From the records below, transcribe only the lines running from the one with "import static org.junit.jupiter.api.Assertions.assertTrue;" through the one with "import org.junit.jupiter.api.io.TempDir;". Keep both of those end lines.

Collected data:

--- START ---

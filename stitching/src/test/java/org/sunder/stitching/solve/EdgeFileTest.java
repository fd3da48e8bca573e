package org.sunder.stitching.solve;

import static org.junit.jupiter.api.Assertions.assertEquals;
import static org.junit.jupiter.api.Assertions.assertThrows;
import static org.junit.jupiter.api.Assertions.assertTrue;

import java.io.IOException;
import java.nio.ByteBuffer;
import java.nio.file.Files;
import java.nio.file.Path;
import java.util.Arrays;
import java.util.Random;
import java.util.zip.CRC32;
import org.junit.jupiter.api.Test;
import org.junit.jupiter.api.io.TempDir;
import org.sunder.blockwise.ErrorKind;
import org.sunder.blockwise.SunderException;

/** Round trips of the edge file, its layout, and typed errors for damaged files. */
class EdgeFileTest {
  @TempDir
  Path dir;

  private static SolveEdges random(Random random, int m) {
    SolveEdges edges = new SolveEdges(m);
    for (int e = 0; e < m; e++) {
      edges.add(random.nextLong(), random.nextLong(), random.nextGaussian(), random.nextLong(),
          random.nextLong(), (byte) random.nextInt(8));
    }
    return edges;
  }

  @Test
  void roundTripsRandomEdges() {
    Random random = new Random(13);
    for (int m : new int[] {0, 1, 7, 1000}) {
      SolveEdges edges = random(random, m);
      Path file = dir.resolve("part-" + m + ".out");
      EdgeFile.write(file, edges);
      assertEquals(edges, EdgeFile.read(file));
      try {
        assertEquals(24 + 41L * m, Files.size(file), "41 bytes per edge plus 24");
      } catch (IOException ex) {
        throw new AssertionError(ex);
      }
    }
  }

  @Test
  void layoutIsBigEndianColumnsWithACrc32() throws IOException {
    SolveEdges edges = new SolveEdges(2);
    edges.add(5, 6, 0.25, 7, 8, SolveEdges.MIN);
    edges.add(-1, 2, -3.5, 3, 4, SolveEdges.SEPARATED);
    Path file = dir.resolve("layout");
    EdgeFile.write(file, edges);
    ByteBuffer bytes = ByteBuffer.wrap(Files.readAllBytes(file));
    byte[] magic = new byte[8];
    bytes.get(magic);
    assertEquals("SUNDEDGE", new String(magic, java.nio.charset.StandardCharsets.US_ASCII));
    assertEquals(1, bytes.getInt());
    assertEquals(2, bytes.getInt());
    assertEquals(5, bytes.getLong());
    assertEquals(-1, bytes.getLong());
    assertEquals(6, bytes.getLong());
    assertEquals(2, bytes.getLong());
    assertEquals(0.25, bytes.getDouble());
    assertEquals(-3.5, bytes.getDouble());
    bytes.position(bytes.position() + 32);
    assertEquals(SolveEdges.MIN, bytes.get());
    assertEquals(SolveEdges.SEPARATED, bytes.get());
    // java.util.zip.CRC32 is the ISO-HDLC CRC-32 of zlib and PNG
    CRC32 crc = new CRC32();
    crc.update(Files.readAllBytes(file), 0, bytes.position());
    assertEquals(crc.getValue(), bytes.getLong());
    assertEquals(0, bytes.remaining());
  }

  @Test
  void damagedFilesAreTypedErrorsNamingTheFile() throws IOException {
    Path file = dir.resolve("damaged");
    EdgeFile.write(file, random(new Random(3), 20));
    byte[] good = Files.readAllBytes(file);
    byte[] truncated = Arrays.copyOf(good, good.length - 9);
    byte[] flipped = good.clone();
    flipped[40] ^= 1;
    byte[] badMagic = good.clone();
    badMagic[0] = 'X';
    for (byte[] content : new byte[][] {truncated, flipped, badMagic}) {
      Files.write(file, content);
      SunderException error = assertThrows(SunderException.class, () -> EdgeFile.read(file));
      assertEquals(ErrorKind.INVALID_INPUT, error.kind());
      assertTrue(error.getMessage().contains(file.toString()), error.getMessage());
    }
  }
}
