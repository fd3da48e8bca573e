package org.sunder.stitching;

import org.sunder.blockwise.partition.MutexWatershedSolver;
import org.sunder.blockwise.partition.PartitionConfig;
import org.sunder.blockwise.partition.ReducedGraphSolver;

/** {@link ReducedGraphSolverContract} for {@link MutexWatershedSolver}. */
class MutexWatershedSolverTest extends ReducedGraphSolverContract {
  @Override
  ReducedGraphSolver solver() {
    return new MutexWatershedSolver();
  }

  @Override
  PartitionConfig exactOneBlockConfig() {
    return PartitionConfig.mutexWatershed(null, null);
  }
}
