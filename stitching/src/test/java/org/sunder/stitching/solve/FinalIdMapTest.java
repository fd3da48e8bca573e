package org.sunder.stitching.solve;

import static org.junit.jupiter.api.Assertions.assertArrayEquals;
import static org.junit.jupiter.api.Assertions.assertEquals;
import static org.junit.jupiter.api.Assertions.assertThrows;

import org.junit.jupiter.api.Test;
import org.sunder.blockwise.ErrorKind;
import org.sunder.blockwise.SunderException;
import org.sunder.blockwise.grid.IdLayout;

class FinalIdMapTest {
  private final IdLayout layout = new IdLayout(8);
  private final FinalIdMap map = new FinalIdMap(layout,
      new long[][] {{0, 1, 2}, {0, 2, 3, 1}}, 3);

  @Test
  void mapsProvisionalIdsAndLeavesOthersAlone() {
    long[] labels = {0, layout.provisional(0, 2), layout.provisional(1, 3), 5,
        layout.provisional(1, 1)};
    assertEquals(3, map.applyInPlace(labels));
    assertArrayEquals(new long[] {0, 2, 1, 5, 2}, labels);
    long[] again = labels.clone();
    assertEquals(0, map.applyInPlace(again));
    assertArrayEquals(labels, again);
    assertEquals(5, map.provisionalCount());
  }

  @Test
  void provisionalIdOfAnotherRunIsReported() {
    SunderException e = assertThrows(SunderException.class,
        () -> map.apply(layout.provisional(1, 7)));
    assertEquals(ErrorKind.INVALID_INPUT, e.kind());
    assertEquals(true, e.getMessage().contains("block 1, local id 7"), e.getMessage());
    assertThrows(SunderException.class, () -> map.apply(layout.provisional(4, 1)));
  }
}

--- END ---

▶ _Written solution_:
import static org.junit.jupiter.api.Assertions.assertTrue;

import java.io.IOException;
import java.nio.ByteBuffer;
import java.nio.file.Files;
import java.nio.file.Path;
import java.util.Arrays;
import java.util.Random;
import java.util.zip.CRC32;
import org.junit.jupiter.api.Test;
import org.junit.jupiter.api.io.TempDir;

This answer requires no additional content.